Creating an ArcGIS map or image service cache in the Amazon Elastic Compute Cloud (EC2) differs from caching outside the cloud in the following ways:
- You have a number of different instance sizes and prices at your disposal.
- You can add volumes to your instance where you can place the cache.
This topic discusses the above factors in more detail.
Choosing an instance size and price
Amazon EC2 offers a variety of instance sizes and specifications. Each has its own price per hour of usage. The larger instances, especially those with a lot of memory, can generate tiles very quickly. The smaller instances generate tiles more slowly but have a lower cost.
You can create your cache on an attached Amazon Elastic Block Store (EBS) volume using a powerful instance. When the caching completes, you can detach the EBS volume and attach it to your regular instance (which may be smaller and less expensive). You can then terminate the powerful instance that you used for caching. In this way, you can use the power of the cloud to cache while not committing to a relatively expensive instance for any longer than necessary.
You may need to decide between economy and speed. Using a low power instance with a low cost per hour is not always the most economical choice, as the total cost of the cache is dependent on the number of hours spent creating tiles. On the other hand, the most powerful instances may also yield a higher total cost of the cache: even though you spend fewer hours caching, you pay a higher price per hour.
Using a small test cache (perhaps the size of a medium-sized city) as well as a custom Amazon Machine Image (AMI) or site template, you can perform relatively inexpensive tests with different instance types to find out which is most economical for your cache.
Powerful EC2 instance types are well suited to scheduled cache updates, since many update workflows are time sensitive.
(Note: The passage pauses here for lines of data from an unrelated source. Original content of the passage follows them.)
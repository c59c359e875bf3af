"""Every surrogate sampler passes the conformance kit (instgen.testing).

The kit's ground-state check compares with dimod's ExactSolver (an independent
brute force); the tests below also show the kit can fail.
"""

import numpy as np
import pytest

from instgen.samplers import Sampler
from instgen.testing import check_sampler, small_instances

SAMPLER_NAMES = ["sa", "pimc", "rotor", "tabu", "descent", "exact"]


@pytest.mark.parametrize("name", SAMPLER_NAMES)
def test_sampler_passes_conformance_kit(name):
    # Source of truth for the minimum: dimod.ExactSolver, inside check_sampler.
    check_sampler(name)


class _RandomGuess(Sampler):
    """Returns uniformly random states: cannot reach the ground state reliably."""

    name = "random-guess"

    def _run(self, instance, schedule, reads, seed, options):
        rng = np.random.default_rng(seed)
        return (2 * rng.integers(0, 2, size=(reads, instance.n)) - 1).astype(np.int8)


class _IgnoresSeed(Sampler):
    """Reaches the minimum by brute force but shuffles rows with fresh entropy."""

    name = "ignores-seed"
    uses_schedule = False

    def _run(self, instance, schedule, reads, seed, options):
        from instgen.samplers.exact import BruteForce

        states = BruteForce()._run(instance, None, max(reads, 4), 0, {})["states"]
        return np.random.default_rng().permutation(states)[:reads]


def test_kit_rejects_a_sampler_that_misses_the_minimum():
    with pytest.raises(AssertionError, match="ExactSolver"):
        check_sampler(_RandomGuess(), reads=1, instances=small_instances()[2:3])


def test_kit_rejects_a_sampler_that_ignores_its_seed():
    with pytest.raises(AssertionError, match="same seed"):
        check_sampler(_IgnoresSeed(), reads=16, instances=small_instances()[1:2])


def test_integer_instances_for_integer_only_samplers():
    insts = small_instances(integers_only=True)
    assert all(np.all(i.J == np.round(i.J)) and np.all(i.h == np.round(i.h)) for i in insts)
    check_sampler("sa", instances=insts, sweeps=300)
Choosing the number of map service instances to use when caching
Each EC2 instance has a certain number of virtual CPU cores. This number is visible when you choose the instance type in the Amazon Web Services Management Console. The number of cores can help you determine how many instances of the CachingTools geoprocessing service to devote toward your caching. Using too many service instances will overwork your CPUs, while too few service instances will leave your CPUs underutilized.
Although the best number may be reached with some trial and error, a good starting point is to allow a maximum of n + 1 instances of the CachingTools service, where n is the number of virtual cores on a single EC2 instance in your site.
Auto scaling
When building a large cache, you may be tempted to set up auto scaling triggers that automatically increase the number of EC2 instances working on the cache as the CPU usage increases. However, auto scaling is better suited to handling unexpected spikes in traffic. When creating caches, you already know that you will need a great amount of computing power; therefore, it makes more sense to launch all your needed instances before you build the cache, rather than waiting for them to launch sequentially via auto scaling triggers.
Deciding where to place the cache
As described in Strategies for data transfer to Amazon Web Services, there are several types of locations where you can place your data. When you first create the cache, you'll write it to an EBS volume that's attached to your EC2 instance. This volume is attached at the time you build your site, and it's a good place to put the cache if the volume is large enough. If the volume is too small, you can replace it with a larger volume you create from a snapshot of the existing data volume and register a server cache directory on it.
Do not build a cache on the C or root drive of your EC2 instance. If the instance is ever terminated, the cache will be lost.
If you have existing caches on a local disk and are comfortable using Amazon Simple Storage Service (S3) buckets, you can copy your CompactV2 caches to a bucket in Amazon S3 and store map caches there. Cloud stores registered as cache directories cannot be used to create or manage caches. The storage format of the cache should be CompactV2 for cache consumption to be supported, as this format is optimized for best performance. If your existing cache is using an older storage format, use the Upgrade Map Cache Storage Format geoprocessing tool to upgrade to the CompactV2 format.
- Create a cache in CompactV2 format by publishing a new cached map or image service using this format or converting an existing cache to CompactV2 format using the Upgrade Map Cache Storage Format geoprocessing tool.
- Create an Amazon S3 bucket in the same region as your ArcGIS Server site on AWS.
- Copy the service caches from the drive local to your ArcGIS Server site on AWS, and place them in a folder named arcgiscache inside your Amazon S3 bucket.
See AWS documentation for examples on copying content to an S3 bucket. Note, if your caches are very large (for example, terabytes in size), you may need to ship them on disk to Amazon and have them upload it.
- Sign in to ArcGIS Server Manager for the site on which the cached service is running and register the S3 bucket as a cloud store and a cache directory with your ArcGIS Server site on AWS.
- While you are still logged in to ArcGIS Server Manager, do one of the following:
- Stop the existing service and change its cache directory to point to the new cloud store cache directory in your S3 bucket.
- Publish a new service that will serve out the caches you placed in the S3 bucket in step 3.
- Restart the service.
Note:
If you update the map service's cache, the updated cache is generated on a drive local to the ArcGIS Server site. You must recopy the cache to the S3 bucket so users of the service can consume the updated cache content.